INSTRUCTIONS TO FOLLOW: In the listing that follows, the range to quote begins at the line that has "if (result.status !== 0)" and ends after the line that has "two lines, the"; quote it verbatim and add nothing.
[Start of section]
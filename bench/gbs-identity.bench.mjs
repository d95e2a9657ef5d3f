// 'gbs' against 'odex' on random modes: the same algorithm, so the same doubles
// (Γ, reflection, steps, RHS evaluations of the first solve) and the CPU time of
// each. relError may differ: 'gbs' can charge the loop's own per-step error sum,
// which the odex package does not report, and so skip the check solve more often.
// Run: npx tsc -b && node bench/gbs-identity.bench.mjs [N]
import { greybody } from '@penumbra/flux';
import { fmt, seededRandom } from './lib.mjs';

const N = Number(process.argv[2] ?? 300);
const rand = seededRandom(7);
const spins = [0, 0.5, 1, 2];
const modes = [];
for (let i = 0; i < N; i++) {
  const spin = spins[Math.floor(rand() * 4)];
  const l = spin + Math.floor(rand() * 4);
  const m = -l + Math.floor(rand() * (2 * l + 1));
  const a = [0, 0.7, 0.99, 0.9999][Math.floor(rand() * 4)];
  const omega = 0.01 * 300 ** rand();
  modes.push({ hole: { a }, mode: { field: { spin }, l, m }, omega });
}
const run = (integrator) => {
  const out = [];
  const t0 = process.cpuUsage();
  for (const p of modes) {
    try {
      out.push(greybody(p, { integrator }));
    } catch (e) {
      out.push({ error: e.name });
    }
  }
  const t = process.cpuUsage(t0);
  return { out, ms: (t.user + t.system) / 1e3 };
};
run('gbs');
run('odex');
const a = run('gbs');
const b = run('odex');
let same = 0;
let estimateDiffers = 0;
const firstSolve = (r) => r.diagnostics.rhsEvaluations - (r.diagnostics.checkEvaluations ?? 0);
const diffs = [];
for (let i = 0; i < N; i++) {
  const x = a.out[i];
  const y = b.out[i];
  const eq =
    (x.error && x.error === y.error) ||
    (x.gamma === y.gamma &&
      Object.is(x.reflection, y.reflection) &&
      x.diagnostics.steps === y.diagnostics.steps &&
      firstSolve(x) === firstSolve(y));
  if (!x.error && x.relError !== y.relError) estimateDiffers++;
  if (eq) same++;
  else diffs.push({ p: modes[i], gbs: x.gamma ?? x.error, odex: y.gamma ?? y.error });
}
console.log(`${N} random modes: ${same} bit-identical (Γ, reflection, steps, first-solve RHS evaluations)`);
console.log(`  relError differs in ${estimateDiffers} (the per-step error sum against the steps × tol bound)`);
for (const d of diffs.slice(0, 5)) console.log('  differs:', JSON.stringify(d));
console.log(`CPU: gbs ${fmt(a.ms / N)} ms/mode, odex ${fmt(b.ms / N)} ms/mode, ratio ${fmt(b.ms / a.ms)}`);
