// Start-up cost of the penumbra executable: CPU time (user + system) of a whole
// `node packages/cli/bin/penumbra.js ...` process, median of 15 runs, beside a
// bare `node -e 0`. CPU time, not wall time, so other load on the machine
// barely moves it. Each child's CPU time comes from bash's `times` builtin
// (getrusage of the finished children, millisecond resolution). Run after
// `npm run build`; writes bench/results/startup.txt.
import { spawnSync } from 'node:child_process';
import { existsSync, mkdirSync, readFileSync, writeFileSync } from 'node:fs';
import { cpus } from 'node:os';
import { join } from 'node:path';
import { benchDir, median, today } from './lib.mjs';

const root = join(benchDir, '..');
const cliPackage = JSON.parse(readFileSync(join(root, 'packages', 'cli', 'package.json'), 'utf8'));
const bin = join('packages', 'cli', cliPackage.bin.penumbra);
const runs = 15;

if (!existsSync(join(root, 'packages', 'cli', 'dist', 'main.js'))) {
  console.error('bench/startup: packages/cli/dist is missing; run `npm run build` first');
  process.exit(1);
}

const cases = [
  { label: 'node -e 0 (baseline)', args: ['-e', '0'] },
  { label: `node ${bin} --version`, args: [bin, '--version'] },
  { label: `node ${bin} kerr --a 0.5 --json`, args: [bin, 'kerr', '--a', '0.5', '--json'] },
];

const quote = (arg) => `'${arg.replaceAll("'", "'\\''")}'`;

/** CPU milliseconds (user + system) of one run of `node ...args`, and its wall milliseconds. */
function measure(args) {
  const script = `${quote(process.execPath)} ${args.map(quote).join(' ')} >/dev/null || exit 90; times`;
  const t0 = performance.now();
  const result = spawnSync('bash', ['-c', script], { cwd: root, encoding: 'utf8' });
  const wallMs = performance.now() - t0;
  if (result.status !== 0) throw new Error(`node ${args.join(' ')} failed (status ${result.status}): ${result.stderr}`);
  // `times` prints two lines, the shell's and its children's: "0m0.041s 0m0.008s".
  const children = result.stdout.trim().split('\n').at(-1);
  const [user, system] = [...children.matchAll(/(\d+)m([\d.]+)s/g)].map((m) => Number(m[1]) * 60e3 + Number(m[2]) * 1e3);
  return { cpuMs: user + system, wallMs };
}

// Round-robin over the cases so that a slow spell of the machine hits all of them alike.
const samples = cases.map(() => ({ cpu: [], wall: [] }));
measure(cases[0].args); // warm the file cache
for (let i = 0; i < runs; i++) {
  cases.forEach((c, j) => {
    const { cpuMs, wallMs } = measure(c.args);
    samples[j].cpu.push(cpuMs);
    samples[j].wall.push(wallMs);
  });
}

const baseline = median(samples[0].cpu);
const rows = cases.map((c, j) => {
  const cpu = median(samples[j].cpu);
  return [c.label, cpu.toFixed(0), (cpu / baseline).toFixed(2), median(samples[j].wall).toFixed(0)];
});
const header = ['command', 'CPU ms (median)', '× node -e 0', 'wall ms (median)'];
const width = header.map((h, k) => Math.max(h.length, ...rows.map((r) => r[k].length)));
const line = (r) => r.map((cell, k) => (k === 0 ? cell.padEnd(width[k]) : cell.padStart(width[k]))).join('  ');

const report = [
  `penumbra start-up, ${today()}: CPU time (user + system) of the whole process, median of ${runs} runs`,
  `node ${process.version}, ${cpus()[0]?.model ?? 'unknown CPU'} × ${cpus().length}`,
  '',
  line(header),
  ...rows.map(line),
  '',
].join('\n');

mkdirSync(join(benchDir, 'results'), { recursive: true });
const out = join(benchDir, 'results', 'startup.txt');
writeFileSync(out, report);
process.stdout.write(report);
console.log(`wrote ${out}`);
[End of section]
THE ANSWER:
  if (result.status !== 0) throw new Error(`node ${args.join(' ')} failed (status ${result.status}): ${result.stderr}`);
  // `times` prints two lines, the shell's and its children's: "0m0.041s 0m0.008s".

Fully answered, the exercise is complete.